For each Person cluster found during blocking, the system computes an aggregated log-odds sum measuring the median number of log-odds points the incoming record scored in comparison to each Patient record in the cluster. These sums are tracked across the algorithm and are used to compute a Relative Match Score, the percentage of total possible log-odds points the incoming record scored during evaluation. These RMS values are used in conjunction with minimum match and certain match thresholds supplied by the user to make final linkage decisions.

  1. Person Linking: For each Person cluster found, a match-grade is assigned based on where that cluster's RMS falls in relation to the provided thresholds:

  2. If RMS < minimum match threshold, the cluster is graded as certainly-not a match.

  3. If RMS >= certain match threshold, the cluster is graded as a certain match.
  4. Otherwise, if the RMS is between the two thresholds, the cluster is graded as a possible match.

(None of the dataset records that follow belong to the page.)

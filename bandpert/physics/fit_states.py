"""Eigenpairs at the points a fit's targets need, each computed once per parameter vector.

A fit evaluates its targets (:mod:`bandpert.physics.fit_targets`) at a parameter vector p and
then, at the same p, their Jacobian. Both need the same eigenpairs: the labelled points, the
conduction minimum found on its line (:mod:`bandpert.physics.fit_valley`) and the three points
of every mass stencil (:mod:`bandpert.physics.fit_masses`); and several targets share points
(the heavy- and light-hole masses one stencil, a labelled point the centre of a stencil there,
the minimum the centre of its two mass stencils). :class:`PointStates` diagonalises each
(plane-wave set, k) once for one material and keeps the result, so the Jacobian at p reuses
what the residuals at p computed.

Slopes by first-order perturbation theory (Hellmann–Feynman, ∂E_n/∂x = ⟨n|∂H/∂x|n⟩; H. Hellmann
1937, R. P. Feynman, Phys. Rev. 56, 340 (1939)), with ∂H/∂x a central difference of the matrix
H (not of eigenvalues), on the same plane waves:

* along k (:meth:`PointStates.k_slope`): ∂H/∂k·d by the four-point central difference
  [8(H(k + εd) − H(k − εd)) − (H(k + 2εd) − H(k − 2εd))]/(12ε), exact for the kinetic term
  (quadratic in k + G) and O(ε⁴) for the radial factors of the spin–orbit term and the
  nonlocal wells; ε = 1e-3, not smaller: the wells' radial overlap once lost digits where
  |K| ≈ |K′| (pairs of plane waves equal at a symmetric point such as L), which a two-point
  difference at ε = 1e-5 turned into 1e-6 eV of noise in the slope (the overlap now keeps them,
  :func:`~bandpert.planewave.nonlocal_term.radial_overlap`; the four-point step stays, and
  its O(ε⁴) error is below the rounding of a smaller step);
* along a parameter (:class:`ParameterSlopes`): ∂H/∂p = [H(p + δ; k(p + δ)) − H(p − δ;
  k(p − δ))]/(2δ), k at fixed fractional coordinates (exact for the parameters H is linear
  in: form factors, spin–orbit strengths, well depths).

If at least one cluster is graded as certain, the certain cluster with the highest RMS is returned as the result, and a link is formed between that cluster and the incoming record. Otherwise, if at least one cluster graded as possible, no links are made automatically, but the possible cluster is returned to the user for manual evaluation.


Key Relationships

  • Person-Patient Relationship:
    A Person can have multiple Patient records linked to it. This one-to-many relationship allows the system to handle multiple external representations of the same person across different systems.

  • Patient-BlockingValue Relationship:
    Each Patient has multiple BlockingValue records. These represent simplified versions of PII, used to efficiently group similar patients during the matching process.


Conclusion

This system of models—Person, Patient, and BlockingValue—works together to enable scalable and efficient patient matching in the Master Patient Index. The use of blocking values reduces the computational complexity of the matching process while maintaining the flexibility to support different algorithms. There is some duplication of data in the MPI, as each Patient record contains all the PII data in the data field, some of which is duplicated in the BlockingValues table. However, the duplication is necessary to support an efficient and flexible matching process.